The Morayshire flag was created by Aila Gibson from Dallas Primary School and revealed at a ceremony held at Elgin Town Hall. Similar ceremonies were also held in Lossiemouth, at Glen Grant Distillery, Rothes, and at the Tollbooth in Forres.
The Morayshire flag’s green hoist and golden garb or wheatsheaf, recall the rich agricultural output of the county. A gold band over blue, divided by a wavy partition, together represent the sand and sea of the county’s coast. This reference further alludes to the origin of the name Moray itself, coming from Gaelic or Pictish terms indicating a marine connection. A wheatsheaf, heraldically designated a garb, had featured on a seal used by the former Moray County council.
The Banffshire flag was created by Ellie Stewart, a pupil from Portessie Primary School and unfurled in a ceremony held at Castle Hill, Cullen.
The Banffshire flag’s white horizontal band recalls the typical form of the many bridges found in the county which is crossed with rivers. The blue base represents both these rivers and the surrounding sea, whilst the upper orange colour, along with the symbol of a blazing sun symbolises Banffshire’s natural sunsets and its agriculture.

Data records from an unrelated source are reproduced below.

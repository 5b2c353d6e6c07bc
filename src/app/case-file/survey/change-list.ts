import { ChangeDetectionStrategy, Component, input } from '@angular/core';
import type { MarkChange } from '#shared/contracts/survey';
import { showMoment } from '../../ui/dates/dates';
import { coordinate, placeInTrace } from './show-mark';

/** Changes and withdrawals of marks, each with what the mark was and why it was changed. */
@Component({
  selector: 'app-change-list',
  template: `
    <ol>
      @for (change of changes(); track change.markId + change.version) {
        <li>
          <p>
            <b>{{ change.before.label }}</b> {{ change.withdrawn ? 'withdrawn' : 'changed' }} by
            {{ change.by }}, {{ showMoment(change.at) }}
          </p>
          <p>{{ change.reason }}</p>
          <p class="muted">
            Before: {{ change.before.kind }} at x {{ coordinate(change.before.at[0]) }} m, y
            {{ coordinate(change.before.at[1]) }} m
            @if (change.before.trace) {
              , trace {{ placeInTrace(change.before) }}
            }
            @if (change.before.note) {
              ; {{ change.before.note }}
            }
          </p>
        </li>
      }
    </ol>
  `,
  styles: `
    ol {
      display: grid;
      gap: 10px;
      margin: 0;
      padding: 0;
      list-style: none;
    }
    p {
      margin: 0;
    }
  `,
  changeDetection: ChangeDetectionStrategy.OnPush,
})
export class ChangeList {
  readonly changes = input.required<readonly MarkChange[]>();

  protected readonly showMoment = showMoment;
  protected readonly coordinate = coordinate;
  protected readonly placeInTrace = placeInTrace;
}
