import type { ReconstructionDocument, Station } from '../documents/reconstruction';
import { reconstructionDocument } from '../documents/reconstruction';
import type { StationMark } from '../documents/station';
import { toScene, type Vector } from '../geometry/vector';
import type { Random } from '../uncertainty/random';

type Pair = [number, number];

export const uuid = (n: number): string => `01890000-0000-7000-8000-${String(n).padStart(12, '0')}`;
const sigma = 0.015;
export const wheels: Record<string, Pair> = {
  LF: [1.3, 0.75],
  RF: [1.3, -0.75],
  LR: [-1.4, 0.75],
  RR: [-1.4, -0.75],
};
export const points = { ...wheels, G: [0, 0] as Pair };

/** A car that turns while it slides: a motion given in closed form. */
const poseAt = (t: number) => ({ x: 12 * t - 2 * t * t, y: 0.8 * t * t, heading: 0.3 + 0.9 * t });
export const omega = 0.9;
export const velocityOf = (point: Pair): Vector => {
  const { heading } = poseAt(0.5);
  const [c, s] = [Math.cos(heading), Math.sin(heading)];
  const r: Vector = [c * point[0] - s * point[1], s * point[0] + c * point[1]];
  return [10 - omega * r[1], 0.8 + omega * r[0]];
};

/** The four traces around t = 0.5 s, measured with noise. */
export function survey(random: Random): StationMark[] {
  return Object.entries(wheels).flatMap(([wheel, b], w) =>
    Array.from({ length: 9 }, (_, k) => {
      const [x, y] = toScene(poseAt(0.5 + 0.05 * (k - 4)), b);
      return {
        id: uuid(10 * w + k),
        label: `${wheel}${k}`,
        at: [x + sigma * random.normal(), y + sigma * random.normal()] as Pair,
        covariance: [
          [sigma ** 2, 0],
          [0, sigma ** 2],
        ] as [Pair, Pair],
        trace: wheel,
        order: k,
      };
    }),
  );
}

export const assignments = (use: { position: boolean; direction: boolean }): Station['marks'] =>
  Object.keys(wheels).map((point, w) => ({ markId: uuid(10 * w + 4), body: 'car', point, ...use }));

export const speed: Extract<Station['knowns'][number], { magnitude: unknown }> = {
  quantity: 'velocity',
  id: 'recorder',
  at: { body: 'car', point: 'G' },
  magnitude: { value: Math.hypot(10, 0.8), sigma: 0.3 },
  direction: null,
  line: false,
  basis: 'invented recorder',
};

export const carDocument = (change: Partial<Station> = {}): ReconstructionDocument =>
  reconstructionDocument.parse({
    format: 'centrode.reconstruction/1',
    bodies: [
      {
        id: 'car',
        name: 'the car',
        points: Object.entries(points).map(([id, at]) => ({ id, name: id, at, sigma: [0, 0] })),
        outline: [],
      },
      {
        id: 'trailer',
        name: 'the trailer',
        points: [
          { id: 'K', name: 'coupling', at: [0, 0], sigma: [0, 0] },
          { id: 'axle', name: 'axle', at: [-4, 0], sigma: [0, 0] },
        ],
        outline: [],
      },
    ],
    joints: [
      {
        kind: 'pin',
        id: 'coupling',
        a: { body: 'car', point: 'G' },
        b: { body: 'trailer', point: 'K' },
      },
    ],
    stations: [
      {
        id: 's1',
        name: 'first',
        marks: assignments({ position: true, direction: true }),
        poses: [],
        joints: { off: [] },
        knowns: [speed],
        ...change,
      },
    ],
  });
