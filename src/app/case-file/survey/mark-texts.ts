import type { Mark, MarkEntry, MarkKind } from '#shared/contracts/survey';
import { readQuantity, type QuantityRule } from '../../ui/quantity-field/quantity';
import { correlationOf, shortLength, sigmaOf } from './show-mark';

/** A mark as it stands in the form: every field is the text that is typed. */
export interface MarkTexts {
  readonly label: string;
  readonly kind: MarkKind;
  readonly x: string;
  readonly y: string;
  readonly sigmaX: string;
  /** Empty: as along x. */
  readonly sigmaY: string;
  readonly correlation: string;
  readonly height: string;
  readonly trace: string;
  readonly order: string;
  readonly note: string;
}

export const markFields: readonly { key: keyof MarkTexts; label: string }[] = [
  { key: 'label', label: 'Label' },
  { key: 'kind', label: 'Kind' },
  { key: 'x', label: 'x' },
  { key: 'y', label: 'y' },
  { key: 'sigmaX', label: 'Uncertainty along x' },
  { key: 'sigmaY', label: 'Uncertainty along y' },
  { key: 'correlation', label: 'Correlation of x and y' },
  { key: 'height', label: 'Height' },
  { key: 'trace', label: 'Trace' },
  { key: 'order', label: 'Place in the trace' },
  { key: 'note', label: 'Note' },
];

export const lengthRule: QuantityRule = { dimension: 'length', unit: 'm' };
export const heightRule: QuantityRule = { ...lengthRule, optional: true };
/** No unit is meant here: "20" without one could be millimetres or metres. */
export const sigmaRule: QuantityRule = { dimension: 'length', sign: 'positive' };
export const otherSigmaRule: QuantityRule = { ...sigmaRule, optional: true };

export const emptyTexts: MarkTexts = {
  label: '',
  kind: 'tyre mark',
  x: '',
  y: '',
  sigmaX: '',
  sigmaY: '',
  correlation: '',
  height: '',
  trace: '',
  order: '',
  note: '',
};

export function textsOf(mark: Mark): MarkTexts {
  const [sx, sy] = sigmaOf(mark).map(exactly);
  const correlation = correlationOf(mark);
  return {
    label: mark.label,
    kind: mark.kind,
    x: `${mark.at[0]} m`,
    y: `${mark.at[1]} m`,
    sigmaX: sx,
    sigmaY: sx === sy ? '' : sy,
    correlation: correlation === 0 ? '' : String(correlation),
    height: mark.height === null ? '' : `${mark.height} m`,
    trace: mark.trace ?? '',
    order: mark.order === null ? '' : String(mark.order),
    note: mark.note,
  };
}

/** The root of a variance differs in its last digit from what was typed; twelve digits are the same. */
function exactly(sigma: number): string {
  const short = shortLength(sigma);
  const read = readQuantity(short, sigmaRule);
  return read.ok && Math.abs((read.value ?? 0) - sigma) < 1e-12 * sigma
    ? short
    : `${Number(sigma.toPrecision(12))} m`;
}

/** What is sent. The texts must be valid: the form's validators see to that. */
export function entryOf(texts: MarkTexts): MarkEntry {
  const length = (text: string): number => {
    const read = readQuantity(text, lengthRule);
    return read.ok && read.value !== null ? read.value : Number.NaN;
  };
  return {
    label: texts.label.trim(),
    kind: texts.kind,
    at: [length(texts.x), length(texts.y)],
    sigma: [length(texts.sigmaX), length(texts.sigmaY.trim() || texts.sigmaX)],
    correlation: texts.correlation.trim() === '' ? 0 : Number(texts.correlation),
    height: texts.height.trim() === '' ? null : length(texts.height),
    trace: texts.trace.trim() || null,
    order: texts.order.trim() === '' ? null : Number(texts.order),
    note: texts.note,
    raw: wordsOf(texts),
  };
}

/** The measured quantities word for word. */
function wordsOf({ x, y, sigmaX, sigmaY, correlation, height }: MarkTexts): string {
  const words = [
    ['x', x],
    ['y', y],
    ['uncertainty x', sigmaX],
    ['uncertainty y', sigmaY],
    ['correlation', correlation],
    ['height', height],
  ];
  return words
    .filter(([, text]) => text.trim() !== '')
    .map(([name, text]) => `${name}: ${text.trim()}`)
    .join('; ')
    .slice(0, 400);
}

export const sameField = (key: keyof MarkTexts, a: MarkTexts, b: MarkTexts): boolean =>
  a[key].trim() === b[key].trim();

export const changedFields = (base: MarkTexts, mine: MarkTexts): (keyof MarkTexts)[] =>
  markFields.map(({ key }) => key).filter((key) => !sameField(key, base, mine));
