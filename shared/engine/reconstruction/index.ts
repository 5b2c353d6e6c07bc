export { markDirections } from './mark-directions';
export { motionOfStation, type StationMotion } from './motion-of-station';
export { poseOfStation, poseProblemOf, type StationPose } from './pose-of-station';
export { answerStation, solveStation } from './solve-station';
export { speedsOf } from './speeds';
export { stationProblemOf } from './station-problem';
export { stationUncertainty } from './station-uncertainty';
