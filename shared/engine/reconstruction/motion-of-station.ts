import type { BodyPoint, Joint, Known, MotionProblem } from '../documents/motion-problem';
import type { PoseSolution } from '../documents/pose-solution';
import type {
  ReconstructionBody,
  ReconstructionJoint,
  ReconstructionKnown,
} from '../documents/reconstruction';
import type { MarkDirection, StationProblem } from '../documents/station';
import { add, direction, scale, subtract, turnLeft, unit, wrap } from '../geometry/vector';

export interface StationMotion {
  readonly problem: MotionProblem;
  readonly warnings: readonly string[];
}

/**
 * The motion problem of a station: fitted poses with their joint covariance, joints that act, what
 * is stated of the motion, and the tangents of traces as directions of the points that made them.
 *
 * One correlation is left out: that between a heading and a tangent that come from marks of the
 * same trace. A heading takes the places of single marks, a tangent the differences of neighbouring
 * ones, so that they share little.
 */
export function motionOfStation(
  { bodies, joints, station, marks }: StationProblem,
  pose: PoseSolution,
  directions: readonly MarkDirection[],
): StationMotion {
  const placed = (body: string): boolean => Object.hasOwn(pose.bodies, body);
  const warnings: string[] = [];
  const knowns: Known[] = [];
  for (const known of station.knowns) {
    const body = 'body' in known ? known.body : known.at.body;
    if (placed(body)) knowns.push(motionKnown(known));
    else warnings.push(`The known "${known.id}" is left out: nothing says where "${body}" stood.`);
  }
  const labels = new Map(marks.map(({ id, label }) => [id, label]));
  for (const { mark, body, point, trace, direction: along, sigma } of directions)
    if (placed(body))
      knowns.push({
        id: `${mark}:${body}.${point}`,
        label: `Tangent of trace ${trace} at ${labels.get(mark) ?? mark}`,
        source: mark,
        quantity: 'velocity',
        at: { body, point },
        direction: along,
        sigma: { direction: sigma },
      });
  const { matrix } = pose.covariance;
  const uncertain = matrix.some((row) => row.some((value) => value !== 0));
  return {
    warnings,
    problem: {
      format: 'centrode.motion-problem/1',
      bodies: bodies
        .filter(({ id }) => placed(id))
        .map((body) => ({
          id: body.id,
          label: body.name,
          pose: pose.bodies[body.id].pose,
          points: motionPoints(body, pose),
        })),
      joints: joints
        .filter(({ id }) => !station.joints.off.includes(id))
        .filter((joint) => placed(joint.a.body) && (!('b' in joint) || placed(joint.b.body)))
        .map((joint) => motionJoint(joint, pose)),
      knowns,
      ...(uncertain && { poseCovariance: pose.covariance }),
    },
  };
}

/**
 * Dimensions as the fit left them, since it is those that close the joints; their uncertainty is in
 * the joint covariance, with its correlation to the poses.
 */
function motionPoints(body: ReconstructionBody, pose: PoseSolution): Record<string, BodyPoint> {
  return Object.fromEntries(
    body.points.map(({ id, at }) => {
      const key = `${body.id}.${id}`;
      return [id, Object.hasOwn(pose.dimensions, key) ? pose.dimensions[key].at : at];
    }),
  );
}

function motionJoint(joint: ReconstructionJoint, pose: PoseSolution): Joint {
  const { id, a } = joint;
  switch (joint.kind) {
    case 'ground-pin':
      return { kind: 'pin', id, a, ground: true };
    case 'guide':
      return {
        kind: 'guide',
        id,
        a,
        direction: guideDirection(joint, pose),
        radius: joint.radius,
      };
    case 'pin':
    case 'weld':
    case 'slot':
    case 'link':
    case 'wheel':
      return joint;
    case 'roll':
      return { ...joint, ground: true };
  }
}

/** Direction of a curved guide where its point stands now; a straight one has the same everywhere. */
function guideDirection(
  { a, at, direction: along, radius }: Extract<ReconstructionJoint, { kind: 'guide' }>,
  pose: PoseSolution,
): number {
  if (radius === null || at === null) return along;
  const centre = add(at, scale(radius, turnLeft(unit(along))));
  const out = direction(subtract(pose.points[`${a.body}.${a.point}`].at, centre));
  return wrap(out + (Math.sign(radius) * Math.PI) / 2);
}

/** A known without uncertainty is exact, which the motion problem says by leaving σ out. */
const ifUncertain = (sigma: number): { sigma?: number } => (sigma > 0 ? { sigma } : {});

function motionKnown(known: ReconstructionKnown): Known {
  const named = { id: known.id, ...(known.basis !== '' && { source: known.basis }) };
  switch (known.quantity) {
    case 'velocity':
    case 'acceleration': {
      const { at, magnitude, direction: along, line } = known;
      const sigma = {
        ...(magnitude !== null && magnitude.sigma > 0 && { magnitude: magnitude.sigma }),
        ...(along !== null && along.sigma > 0 && { direction: along.sigma }),
      };
      return {
        ...named,
        quantity: known.quantity,
        at,
        ...(magnitude !== null && { magnitude: magnitude.value }),
        ...(along !== null && { direction: along.value, ...(line && { line }) }),
        ...(Object.keys(sigma).length > 0 && { sigma }),
      };
    }
    case 'velocity-components':
    case 'acceleration-components': {
      const { at, x, y } = known;
      const quantity = known.quantity === 'velocity-components' ? 'velocity' : 'acceleration';
      return {
        ...named,
        quantity,
        at,
        components: [x.value, y.value],
        ...((x.sigma > 0 || y.sigma > 0) && { sigma: [x.sigma, y.sigma] }),
      };
    }
    case 'angular-velocity':
    case 'angular-acceleration':
      return {
        ...named,
        quantity: known.quantity,
        body: known.body,
        value: known.value.value,
        ...ifUncertain(known.value.sigma),
      };
  }
}
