import {
  ChangeDetectionStrategy,
  Component,
  computed,
  effect,
  inject,
  input,
  output,
  signal,
  untracked,
} from '@angular/core';
import { toSignal } from '@angular/core/rxjs-interop';
import {
  type AbstractControl,
  NonNullableFormBuilder,
  ReactiveFormsModule,
  Validators,
} from '@angular/forms';
import { MatButton } from '@angular/material/button';
import { MatFormFieldModule } from '@angular/material/form-field';
import { MatInput } from '@angular/material/input';
import { MatSelectModule } from '@angular/material/select';
import {
  type Mark,
  type MarkKind,
  addMark,
  editMark,
  mark,
  markKinds,
} from '#shared/contracts/survey';
import { Api } from '../../core/api/api';
import { ApiProblem } from '../../core/api/api-problem';
import { fieldError, notBlank, showServerErrors } from '../../core/forms/server-errors';
import { Messages } from '../../core/messages/messages';
import { type Difference, EditConflict } from '../../ui/edit-conflict/edit-conflict';
import { ProblemMessage } from '../../ui/problem-message/problem-message';
import { quantity } from '../../ui/quantity-field/quantity';
import { QuantityField } from '../../ui/quantity-field/quantity-field';
import { MarkSymbol } from '../../ui/scale-plan/mark-symbol';
import { CurrentCase } from '../current-case';
import {
  changedFields,
  emptyTexts,
  entryOf,
  heightRule,
  lengthRule,
  markFields,
  type MarkTexts,
  otherSigmaRule,
  sameField,
  sigmaRule,
  textsOf,
} from './mark-texts';
import { SurveyMarks } from './survey-marks';

/** What the server calls a field, where the form has another name for it. */
const formNames: Record<string, keyof MarkTexts> = {
  'at.0': 'x',
  'at.1': 'y',
  'sigma.0': 'sigmaX',
  'sigma.1': 'sigmaY',
};

/** Enters a mark by its coordinates, or changes one with the reason. */
@Component({
  selector: 'app-mark-form',
  imports: [
    EditConflict,
    MarkSymbol,
    MatButton,
    MatFormFieldModule,
    MatInput,
    MatSelectModule,
    ProblemMessage,
    QuantityField,
    ReactiveFormsModule,
  ],
  templateUrl: './mark-form.html',
  styleUrl: './mark-form.scss',
  changeDetection: ChangeDetectionStrategy.OnPush,
})
export class MarkForm {
  private readonly api = inject(Api);
  private readonly build = inject(NonNullableFormBuilder);
  private readonly current = inject(CurrentCase);
  private readonly messages = inject(Messages);
  private readonly survey = inject(SurveyMarks);

  /** The mark that is changed; null: a new one is entered. */
  readonly mark = input.required<Mark | null>();
  readonly saved = output<Mark>();
  readonly cancelled = output();

  /** The version that this edit began from; moves on when a conflict is settled. */
  private base: Mark | null = null;
  protected readonly kinds = markKinds;
  protected readonly rules = {
    length: lengthRule,
    height: heightRule,
    sigma: sigmaRule,
    otherSigma: otherSigmaRule,
  };
  protected readonly fieldError = fieldError;
  protected readonly form = this.build.group({
    label: ['', [notBlank, Validators.maxLength(40)]],
    kind: this.build.control<MarkKind>('tyre mark'),
    x: ['', quantity(lengthRule)],
    y: ['', quantity(lengthRule)],
    sigmaX: ['', quantity(sigmaRule)],
    sigmaY: ['', quantity(otherSigmaRule)],
    correlation: ['', correlation],
    height: ['', quantity(heightRule)],
    trace: ['', Validators.maxLength(40)],
    order: ['', order],
    note: ['', Validators.maxLength(1000)],
    reason: ['', [notBlank, Validators.maxLength(1000)]],
  });
  private readonly edited = toSignal(this.form.valueChanges);
  protected readonly busy = signal(false);
  protected readonly problem = signal<ApiProblem | null>(null);
  /** What the mark became while this edit was open. */
  protected readonly theirs = signal<Mark | null>(null);
  protected readonly differences = computed<Difference<keyof MarkTexts>[]>(() => {
    this.edited();
    const now = this.theirs();
    if (now === null || this.base === null) return [];
    const [base, mine, theirs] = [textsOf(this.base), this.entered(), textsOf(now)];
    // Only what both changed, and differently, is a question; the rest is merged.
    return markFields
      .filter(
        ({ key }) =>
          !sameField(key, mine, base) &&
          !sameField(key, theirs, base) &&
          !sameField(key, mine, theirs),
      )
      .map(({ key, label }) => ({
        key,
        label,
        mine: mine[key] || '–',
        theirs: theirs[key] || '–',
      }));
  });

  constructor() {
    effect(() => {
      const id = this.mark()?.id;
      // Another mark, not another version of this one: what was typed stays.
      untracked(() => {
        if (id !== undefined && id === this.base?.id) return;
        this.begin(this.mark());
      });
    });
  }

  isChanged(): boolean {
    return changedFields(this.base ? textsOf(this.base) : emptyTexts, this.entered()).length > 0;
  }

  protected async save(): Promise<void> {
    this.form.markAllAsTouched();
    if (this.form.invalid || this.busy()) return;
    this.busy.set(true);
    this.problem.set(null);
    try {
      const saved = await this.send();
      this.survey.take(saved);
      this.messages.done(
        this.base ? `Mark ${saved.label} is changed.` : `Mark ${saved.label} is entered.`,
      );
      this.begin(this.base ? saved : null);
      this.saved.emit(saved);
    } catch (error) {
      this.failed(ApiProblem.from(error));
    } finally {
      this.busy.set(false);
    }
  }

  /** Takes their version as the base, keeps what the person chose of their own, and saves. */
  protected async settle(keep: readonly (keyof MarkTexts)[]): Promise<void> {
    const theirs = this.theirs();
    if (theirs === null || this.base === null) return;
    const mine = this.entered();
    const asked = this.differences().map(({ key }) => key);
    const kept = changedFields(textsOf(this.base), mine).filter(
      (key) => !asked.includes(key) || keep.includes(key),
    );
    this.base = theirs;
    const own = Object.fromEntries(kept.map((key) => [key, mine[key]]));
    this.form.patchValue({ ...textsOf(theirs), ...own });
    this.theirs.set(null);
    await this.save();
  }

  private send(): Promise<Mark> {
    const { caseId, base } = { caseId: this.current.id(), base: this.base };
    const body = entryOf(this.entered());
    if (base === null) return this.api.call(addMark, { params: { caseId }, body });
    return this.api.call(editMark, {
      params: { caseId, markId: base.id },
      body: { ...body, reason: this.form.controls.reason.value.trim() },
      ifMatch: base.version,
    });
  }

  private failed(problem: ApiProblem): void {
    const now = problem.status === 412 ? mark.safeParse(problem.current) : null;
    if (now?.success) {
      this.theirs.set(now.data);
      return;
    }
    const named = problem.errors.map(({ field, message }) => ({
      field: formNames[field] ?? field,
      message,
    }));
    const { status, title, detail } = problem;
    this.problem.set(showServerErrors(this.form, new ApiProblem(status, title, detail, named)));
  }

  private begin(base: Mark | null): void {
    this.base = base;
    this.theirs.set(null);
    this.problem.set(null);
    // The next mark of a survey is mostly of the same kind and measured the same way.
    const { kind, sigmaX, sigmaY } = this.entered();
    this.form.reset({
      ...(base ? textsOf(base) : { ...emptyTexts, kind, sigmaX, sigmaY }),
      reason: base ? '' : '-',
    });
  }

  private entered(): MarkTexts {
    const { reason: _, ...texts } = this.form.getRawValue();
    return texts;
  }
}

function correlation(control: AbstractControl): { server: string } | null {
  const text = String(control.value).trim();
  const value = Number(text);
  return text === '' || (value > -1 && value < 1)
    ? null
    : { server: 'a correlation lies between −1 and 1' };
}

function order(control: AbstractControl): { server: string } | null {
  return /^\s*\d{0,9}\s*$/.test(String(control.value))
    ? null
    : { server: 'a place is a whole number: 0, 1, 2 …' };
}
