import { describe, expect, it } from '@jest/globals';
import { compute, recompute } from '../computation/index';
import { stationUncertaintySolution } from '../documents/station-uncertainty';
import { Random } from '../uncertainty/random';
import { answerStation, stationProblemOf, stationUncertainty } from './index';
import { carDocument, survey, uuid } from './testing';

const marks = survey(new Random(4));
const problem = {
  format: 'centrode.station-uncertainty-problem/1' as const,
  problem: stationProblemOf(carDocument(), 's1', marks),
  draws: 200,
  seed: 3,
};

describe('where the uncertainty of a station comes from', () => {
  const { quantities, refused, warnings } = stationUncertainty(problem);
  const quantity = (point: string | null) =>
    quantities.find((one) => one.point === point) ?? quantities[0];

  it('is a budget whose shares sum to 1 and whose parts combine to the first-order figure', () => {
    for (const { budget, combined, sigma } of quantities) {
      expect(budget.reduce((sum, { share }) => sum + share, 0)).toBeCloseTo(1, 12);
      // the station's own figure leaves out what a trace gives pose and tangent together
      expect(Math.abs(combined / sigma - 1)).toBeLessThan(0.08);
    }
  });

  it('is the recorder for the speed that it gave, the marks for the turning', () => {
    const [most] = quantity('G').budget;
    expect(most).toMatchObject({ kind: 'known', id: 'recorder' });
    expect(most.share).toBeGreaterThan(0.99);
    expect(most.contribution).toBeCloseTo(0.3, 2);
    const turning = quantities.find((one) => one.quantity === 'angular-velocity');
    const share = turning?.budget
      .filter(({ kind }) => kind === 'mark')
      .reduce((sum, entry) => sum + entry.share, 0);
    expect(share).toBeGreaterThan(0.2);
    expect(turning?.budget.map(({ id }) => id)).toContain(uuid(4));
  });

  it('is confirmed by Monte Carlo', () => {
    expect(refused).toBe(0);
    expect(warnings).toEqual([]);
    for (const { simulated, sigma, value } of quantities) {
      // four standard deviations of so many draws
      expect(Math.abs((simulated?.sigma ?? 0) / sigma - 1)).toBeLessThan(
        4 / Math.sqrt(2 * problem.draws),
      );
      expect(Math.abs((simulated?.mean ?? 0) - value)).toBeLessThan(
        (4 * sigma) / Math.sqrt(problem.draws),
      );
    }
  });

  it('is the same for the same seed, and recorded and computed again to the same bytes', () => {
    const few = { ...problem, draws: 110 };
    const kept = compute('station-uncertainty', few, {}, few.seed);
    expect(() => stationUncertaintySolution.parse(kept.document.result)).not.toThrow();
    expect(recompute(JSON.parse(kept.text)).identical).toBe(true);
  });

  it('is refused as the station is', () => {
    const alone = carDocument({ marks: [] });
    expect(answerStation(alone, 's1', marks).failure).not.toBeNull();
    expect(() =>
      stationUncertainty({ ...problem, problem: stationProblemOf(alone, 's1', marks) }),
    ).toThrow(expect.objectContaining({ field: 'station.marks' }));
  });
});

Below the white band, the series of orange semi-circles recalls the top view of barrels of the whisky made from the county’s waters, the orange hue symbolising the amber liquid itself.
A competition is also ongoing to select a flag for Berwickshire. All of the historic counties of England have a flag included in the UK Flag Registry. Six of the historic counties of Wales do not yet have a registered county flag.